Location: Boston, Massachusetts2010 Annual Report
1a. Objectives (from AD-416)
In Phase I of this study we will assess various acai berry preparations and compare these with concord grape juice, pomegranate juice and white grape juice to determine if they have similar effects to those previously seen with blueberries. If the acai berry preparations are effective, then two more Phases (II, III) of will be carried out to determine the mechanisms involved in the beneficial effects of these extracts on behavior by assessing alterations in neuronal signaling and neurogenesis. The third goal of this project will be to determine the effects of the the most effective extracts on age-related differences in resistance to oxidative stress/inflammation (OS/INF) by exposing young and old animals to lipopolysaccharide (LPS) an inflammatory agent.

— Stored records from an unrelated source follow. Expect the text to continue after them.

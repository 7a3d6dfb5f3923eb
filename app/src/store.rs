//! Saved designs and the autosaved draft in browser local storage.
//!
//! Layout of the keys (all values are JSON text):
//!
//! | key                              | value                                             |
//! |----------------------------------|---------------------------------------------------|
//! | `bufferwright.index`             | `{"schema":1,"ids":["k1a2b3",...]}`               |
//! | `bufferwright.design.<id>`       | one solver design document (`solver::design`)     |
//! | `bufferwright.draft`             | the working design + which saved design it edits  |
//! | `bufferwright.draft.previous`    | a draft set aside when a share link replaced it   |
//! | `bufferwright.quarantine.<id>`   | an entry that could not be read, kept as it was   |
//!
//! Invariants:
//! - each design has its own key, so one unreadable entry cannot hide the others;
//!   an unreadable entry is moved aside (never deleted) and reported once;
//! - a save writes the design entry first and the index second, and removes
//!   the entry again if the index write fails: no half-written save;
//! - before overwriting a saved design, its stored `saved_at_ms` is compared
//!   with the one this page opened; a newer one is a conflict for the user to decide;
//! - everything that decides is a plain function over [`KvStore`], tested
//!   natively with [`MemStore`]; [`LocalStore`] and [`init`] are the page glue.

use crate::embed::{parse_query, UrlOptions};
use crate::share;
use crate::state::{AppState, ViewOptions};
use leptos::prelude::*;
use serde::{Deserialize, Serialize};
use solver::design::{demo_design, parse_design, to_json, to_json_pretty, Design, SCHEMA_VERSION};
use std::collections::BTreeMap;

/// Prefix of every key this page writes.
pub const PREFIX: &str = "bufferwright.";
/// Key of the list of saved design ids.
pub const INDEX_KEY: &str = "bufferwright.index";
/// Key of the autosaved working design.
pub const DRAFT_KEY: &str = "bufferwright.draft";
/// Key of a draft set aside when a share link was opened over it.
pub const PREVIOUS_DRAFT_KEY: &str = "bufferwright.draft.previous";
const DESIGN_PREFIX: &str = "bufferwright.design.";
const QUARANTINE_PREFIX: &str = "bufferwright.quarantine.";
/// `format` value of a file holding several designs.
pub const COLLECTION_FORMAT: &str = "bufferwright-designs";
/// File name ending of exported files ("Bufferwright design file").
pub const FILE_EXTENSION: &str = ".bwdesign.json";
/// Largest file accepted by import (bytes).
pub const MAX_IMPORT_BYTES: usize = 5 * 1024 * 1024;
/// Longest design name the solver accepts.
pub const MAX_NAME_CHARS: usize = 120;

/// Key of a saved design.
pub fn design_key(id: &str) -> String {
    format!("{DESIGN_PREFIX}{id}")
}

/// Key under which an unreadable entry is kept aside.
pub fn quarantine_key(id: &str) -> String {
    format!("{QUARANTINE_PREFIX}{id}")
}

// ---------------------------------------------------------------------------
// Key-value stores
// ---------------------------------------------------------------------------

/// Why storage refused.
#[derive(Debug, Clone, PartialEq, Eq)]
#[non_exhaustive]
pub enum StoreError {
    /// Storage cannot be used at all (private mode, disabled by policy).
    Unavailable(String),
    /// The browser's storage quota is used up.
    Full,
    /// The design asked for is not stored (deleted in another tab?).
    Missing(String),
    /// Anything else the browser reported.
    Other(String),
}

impl std::fmt::Display for StoreError {
    fn fmt(&self, f: &mut std::fmt::Formatter<'_>) -> std::fmt::Result {
        match self {
            StoreError::Unavailable(why) => write!(
                f,
                "Browser storage is not available here ({why}): designs cannot be saved in this \
                 browser. Your work stays on screen; use “Export this design” to keep it in a file."
            ),
            StoreError::Full => write!(
                f,
                "Browser storage is full: nothing was saved. Your design is still on screen. \
                 Export it to a file, or delete saved designs you no longer need, then save again."
            ),
            StoreError::Missing(id) => write!(
                f,
                "That saved design is no longer stored (id {id}); it may have been deleted in another tab."
            ),
            StoreError::Other(why) => write!(f, "Browser storage refused: {why}"),
        }
    }
}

1b. Approach (from AD-416)
In this project we are attempting to investigate the antioxidant anti-inflammatory properties of the acai berry preparations. In Phase 1 of the proposal, the goal is to use freeze dried acai (AC) berries, fresh acai berries, Acai spray dried berries and compare these to concord grape juice, pomegranate juice, white grape juice and california dried plum juice (prune juice and various permutations and combinations of one - seven) to see if they have similar effects to those that we have seen with blueberry (BB) and other berry extracts and juices in cell signaling and to what degree. The specific goals are: 1. Determine the juices that would contribute to reductions in calcium clearance (following depolarization), and oxidant stress (amyloid beta, A(beta)42- induced) or inflammatory (lipolysaccaride, LPS) signaling in mixed glial/primary hippocampal cultures. These treatments will be compared to those of vitamin E, and the NSAID, piroxicam and the eroxisome proliferatoractivated receptor (PPAR gamma) agonist, rosiglitazone against A(beta)42 or LPS treatment. 2. Assess whether the putative beneficial effects on the cells of the ME would involve alterations in stress (e.g., p38 mitogen activated protein kinase, MAPK) signaling, as well as activation of protective signals (e.g., insulin growth factor-1, IGF-1). 3. Determine the stress signal responses of the various mixes in BV-2 mouse microglial cells that are exposed to LPS after treatment with the various extracts. We will purchase the hippocampal cells and the supplies (e.g., antibodies for the stress signals, media, etc) to carry out the cells studies.
3. Progress Report
In this project we are attempting to investigate the antioxidant anti-inflammatory properties of acai berry fractions. Inflammation and oxidative stress on brain cells set off a cascade of events resulting in death of neurons, ultimately leading to declines in cognitive and motor functions as well as age-related diseases. Loss of cognitive function with aging has been related to loss of regulation in calcium (Ca2+) balance inside the brain cells. We have shown that these insults on brain cells can be prevented with the consumption of other berry fruits as evident in our previous studies on aged animals. These fruits are packed with an array of polyphenolic compounds which have the ability to reduce stress and inflammation. To demonstrate the mechanism by which berry fruit extracts assist in weakening the stress insults, we used brain cells which were treated with different fractions of acai berry extracts, containing different classes of phytonutrients such as anthocyanins, flavanoids, terpinoids, etc., and subjected to stress. The acai pulp extracts increased calcium recovery in the cells and protected the cells from nitrite stress. The results indicate that components of acai berries, like the other berries we tested, are effective against inflammatory and oxidative stress in the brain cells. We also showed that acai berry extracts were able to rescue neurons through induction of autophagy, a process by which toxic debris is recycled and cleared in neurons. This is important since if the neuronal cell’s ability to clean up and remove toxic debris is antagonized by oxidative or inflammatory stressors, the cell may lose viability and show declines in function. The finding that acai berry extract pre-treatments can mitigate these effects has important implications for preventing declines in neuronal function via nutrition. Monitoring of this project is accomplished through e-mail and/or teleconference.